Dataset entries:

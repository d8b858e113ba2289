"""The plan of a drawing: every dimension (pitch, bends, straights, serpentine) decided from
the sized design before any geometry is built."""

from __future__ import annotations

import math
from dataclasses import dataclass

import numpy as np

from chipflow.design.model import TreeDesign
from chipflow.errors import LayoutError
from chipflow.layout.rules import Chip, LayoutRules

__all__ = [
    "Plan",
    "plan_layout",
    "merge_cuts",
    "choose_plan",
    "fork",
    "ceil_grid",
    "drawn_width",
    "half_offset",
    "MAX_RUNS",
]

MAX_RUNS = 401  # serpentine runs tried before giving up


def fork(a: float, radius: float) -> tuple[float, float]:
    """Exit angle [rad] and straight lead [m] of a child offset sideways by ``a``."""
    if a >= radius:
        return math.pi / 2, a - radius
    return math.acos(1 - a / radius), 0.0


def ceil_grid(value: float, grid: float, offset: float = 0.0) -> float:
    """The smallest ``offset + k * grid`` (k whole) not below ``value`` [m]."""
    return math.ceil((value - offset) / grid - 1e-9) * grid + offset


def drawn_width(width: float, grid: float) -> float:
    """The width [m] a channel has on a mask of ``grid`` [m]: a whole number of grid steps.

    >>> round(drawn_width(35e-6, 1e-6) * 1e6, 9), round(drawn_width(35.3e-6, 0.5e-6) * 1e6, 9)
    (35.0, 35.5)
    """
    return max(round(width / grid), 1) * grid


def half_offset(width: float, grid: float) -> float:
    """Where a centreline of ``width`` [m] sits relative to the grid [m] so that both walls
    lie on it: on the grid for an even number of grid steps, half a step off for an odd one.

    >>> half_offset(36e-6, 1e-6), half_offset(35e-6, 1e-6)
    (0.0, 5e-07)
    """
    return 0.5 * grid * (round(width / grid) % 2)


# -- the plan: every dimension of the drawing, decided before any geometry is built ---------
@dataclass(frozen=True)
class Plan:
    """Every dimension of a drawing [m], per generation 0..n (the bed is generation n).

    Grid-exactness: a straight run of width w along x lies at a y whose offset from the grid
    is :func:`half_offset` (w), so both its walls lie on the grid; the same for the x of a
    run along y. The sideways offset ``offset[g]`` of a child from its parent's axis is the
    uniform-pitch offset plus half a grid step where parent and child differ in that parity;
    the advances of the generations and the bed's length along x are chosen likewise.
    """

    n: int
    pitch: float
    runs: int
    run_length: float  # length of each serpentine run (or the one straight run)
    lead: float  # straight before/after the serpentine
    turn: float  # centre spacing of serpentine runs
    width: np.ndarray  # (n+1,) drawn width per generation (widest of distribution/collection)
    radius: np.ndarray  # (n+1,) bend radius per generation
    straight: np.ndarray  # (n+1,) straight run after the bend (trees)
    theta: np.ndarray  # (n+1,) exit angle per generation 1..n (index 0 unused)
    lead_in: np.ndarray  # (n+1,) straight before the bend
    advance: np.ndarray  # (n+1,) x advance of a generation's channel
    offset: np.ndarray  # (n+1,) sideways offset of a child's axis from its parent's axis
    trunk: float
    bed_extent: float  # x extent of a bed channel, a whole number of grid steps
    bed_gap: float  # wall kept between neighbouring bed channels (and serpentine runs)
    width_needed: float
    height_needed: float
    bed_min_length: float


def plan_layout(design: TreeDesign, chip: Chip, rules: LayoutRules, runs: int) -> Plan:
    """The plan of ``design`` with its bed folded into ``runs`` (odd) serpentine runs."""
    n = design.generations
    grid = rules.grid
    gap = rules.min_gap
    bed_gap = max(design.bed_gap or gap, gap)
    dist = design.distribution
    coll = {lv.generation: lv for lv in design.collection}
    bed = design.bed
    # widest of the distributing and collecting channel of each generation sets the geometry
    width = np.array(
        [drawn_width(max(dist[g].width, coll[g].width), grid) for g in range(n)]
        + [drawn_width(bed.width, grid)],
        dtype=float,
    )
    half = np.array([half_offset(w, grid) for w in width])
    # half a grid step more sideways where a child's wall parity differs from its parent's
    delta = np.r_[0.0, np.abs(half[1:] - half[:-1])]
    radius = np.array([ceil_grid(rules.bend_radius * w, grid) for w in width])
    turn = ceil_grid(max(2 * radius[n], width[n] + bed_gap), 2 * grid)
    lane = (runs - 1) * turn
    slack = 2 * delta.sum()  # lanes move by at most this from a uniform pitch
    need = [(width[g] + gap) / 2 ** (n - g) for g in range(1, n)]
    need.append(lane + width[n] + bed_gap)
    pitch = ceil_grid(max(need) + slack, 2 * grid)
    theta = np.zeros(n + 1)
    lead_in = np.zeros(n + 1)
    straight = np.zeros(n + 1)
    advance = np.zeros(n + 1)
    offset = np.zeros(n + 1)
    for g in range(1, n + 1):
        offset[g] = 2 ** (n - g - 1) * pitch + delta[g]
        theta[g], lead_in[g] = fork(offset[g], radius[g])
        if g < n:  # straight run after the bend; it sets the advance on the grid
            reach = radius[g] * math.sin(theta[g])
            parity = (half[g + 1] - half[g]) % grid
            straight[g] = ceil_grid(reach + max(width[g], width[g + 1]) + gap, grid, parity)
            straight[g] -= reach
        advance[g] = radius[g] * math.sin(theta[g]) + straight[g]
    keep = chip.punch_diameter / 2 + rules.port_keepout
    r_hole = chip.punch_diameter / 2
    # the first junction's x (port centre on the grid) has the parity of generation 1
    trunk = ceil_grid(
        rules.port_keepout + max(width[0], width[min(1, n)]) + gap,
        grid,
        (half[min(1, n)] - r_hole) % grid,
    )
    bend_len = lead_in[n] + radius[n] * theta[n]  # one S-half of a bed channel
    fixed_x = 2 * (chip.margin + keep + r_hole + trunk + advance[1:n].sum())
    reach_n = radius[n] * math.sin(theta[n])
    lead = ceil_grid(turn / 2 + width[n] + bed_gap, grid) if runs > 1 else 0.0
    target = max(bed.length, 2 * bend_len)
    straight_total = target - 2 * bend_len  # serpentine part incl. leads and half-turns
    run_length = (straight_total - 2 * lead - (runs - 1) * math.pi * turn / 2) / runs
    # the bed's x extent a whole number of grid steps, so the collecting side mirrors exactly
    bed_extent = ceil_grid(2 * reach_n + run_length + 2 * lead, grid)
    run_length = bed_extent - 2 * reach_n - 2 * lead
    span = (2**n - 1) * pitch + lane + width[n] + slack
    height = max(span, lane + 2 * keep) + 2 * chip.margin
    return Plan(
        n,
        pitch,
        runs,
        run_length,
        lead,
        turn,
        width,
        radius,
        straight,
        theta,
        lead_in,
        advance,
        offset,
        trunk,
        bed_extent,
        bed_gap,
        fixed_x + bed_extent,
        height,
        2 * bend_len,
    )


def merge_cuts(design: TreeDesign, plan: Plan, rules: LayoutRules) -> list[float | None]:
    """Where to cut the channels of each generation 0..n-1 for merging the mask layers.

    A channel of generation g ends with a straight run along +x into the junction of
    generation g (the trunk is all straight; its collecting mirror starts with it). It is cut
    across that run, ``cut`` [m] before the junction, clear of everything drawn around the
    junction: the children's flat ends and the disc (half the widest width) and the
    alignment overlap (plus ``alignment_margin``). All None when some run is too short.
    """
    n = design.generations
    coll = {lv.generation: lv for lv in design.collection}
    width = [max(design.distribution[g].width, coll[g].width) for g in range(n)]
    width.append(design.bed.width)
    cuts: list[float | None] = []
    for g in range(n):
        run = plan.trunk if g == 0 else float(plan.straight[g])
        clear = max(width[g], width[g + 1]) / 2 + rules.alignment_margin
        if not clear + rules.grid < run:
            return [None] * n
        cuts.append(0.5 * (clear + run))
    return cuts


def choose_plan(design: TreeDesign, chip: Chip, rules: LayoutRules) -> tuple[Plan, tuple[str, ...]]:
    """The plan with the fewest serpentine runs that keeps every run within the design's
    ``max_straight_length`` and fits the chip, and the warnings about the fold.

    A bed folded further than ``max_straight_length`` asks, only to fit the chip's width, is
    said in a warning; so is a limit that cannot be met (a bed too short to fold, its half-turns
    and leads needing more length than it has, or more folds than the chip holds), and the
    bed is then drawn with the shortest runs that fit. Raises
    :class:`LayoutError` when no fold fits the chip.
    """
    limit = design.max_straight_length
    plans = []
    too_short = False  # the folding stopped because the bed ran out of length (not height)
    for runs in range(1, MAX_RUNS + 1, 2):
        plan = plan_layout(design, chip, rules, runs)
        too_short = plan.run_length < 0
        if plan.height_needed > chip.height + 1e-12 or too_short:
            break
        plans.append(plan)
    fits = [p for p in plans if p.width_needed <= chip.width + 1e-12]
    if not fits:
        first = plans[0] if plans else plan_layout(design, chip, rules, 1)
        raise LayoutError(
            f"design '{design.name}' with {2**first.n} bed channels does not fit on the "
            f"{chip.width * 1e3:g} x {chip.height * 1e3:g} mm chip: drawn with straight bed "
            f"channels it needs at least {first.width_needed * 1e3:.1f} x "
            f"{first.height_needed * 1e3:.1f} mm (folding the bed into a serpentine did not "
            "help); use a larger chip, fewer generations, or shorter or narrower bed channels"
        )
    within = [p for p in plans if limit is None or p.run_length <= limit + 1e-12]
    chosen = next((p for p in fits if limit is None or p.run_length <= limit + 1e-12), None)
    if chosen is None:  # the limit cannot be met on this chip: the shortest runs that fit
        chosen = fits[-1]
        why = (
            f"the bed is too short to fold into runs of at most {limit * 1e3:g} mm (the "
            "half-turns and leads of a serpentine need more length)"
            if too_short and not within
            else f"runs of at most {limit * 1e3:g} mm need more folds than the chip's height "
            "or width allows"
        )
        return chosen, (
            f"bed channels drawn in {chosen.runs} run(s) of {chosen.run_length * 1e3:.3g} mm, "
            f"longer than max_straight_length: {why}",
        )
    asked = within[0].runs
    if chosen.runs <= asked:
        return chosen, ()
    why = (
        f"max_straight_length {limit * 1e3:g} mm needs only {asked}"
        if limit is not None
        else "no max_straight_length is set"
    )
    return chosen, (
        f"bed channels folded into {chosen.runs} runs of {chosen.run_length * 1e3:.3g} mm to "
        f"fit the chip's width of {chip.width * 1e3:g} mm ({why}); the serpentine adds "
        f"{chosen.runs - 1} half-turns to every bed channel",
    )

Exercise prompt: Each line from the one that contains "it needs at" through the end of the records must be repeated exactly. No other line belongs in the answer.

Output:
            f"channels it needs at least {first.width_needed * 1e3:.1f} x "
            f"{first.height_needed * 1e3:.1f} mm (folding the bed into a serpentine did not "
            "help); use a larger chip, fewer generations, or shorter or narrower bed channels"
        )
    within = [p for p in plans if limit is None or p.run_length <= limit + 1e-12]
    chosen = next((p for p in fits if limit is None or p.run_length <= limit + 1e-12), None)
    if chosen is None:  # the limit cannot be met on this chip: the shortest runs that fit
        chosen = fits[-1]
        why = (
            f"the bed is too short to fold into runs of at most {limit * 1e3:g} mm (the "
            "half-turns and leads of a serpentine need more length)"
            if too_short and not within
            else f"runs of at most {limit * 1e3:g} mm need more folds than the chip's height "
            "or width allows"
        )
        return chosen, (
            f"bed channels drawn in {chosen.runs} run(s) of {chosen.run_length * 1e3:.3g} mm, "
            f"longer than max_straight_length: {why}",
        )
    asked = within[0].runs
    if chosen.runs <= asked:
        return chosen, ()
    why = (
        f"max_straight_length {limit * 1e3:g} mm needs only {asked}"
        if limit is not None
        else "no max_straight_length is set"
    )
    return chosen, (
        f"bed channels folded into {chosen.runs} runs of {chosen.run_length * 1e3:.3g} mm to "
        f"fit the chip's width of {chip.width * 1e3:g} mm ({why}); the serpentine adds "
        f"{chosen.runs - 1} half-turns to every bed channel",
    )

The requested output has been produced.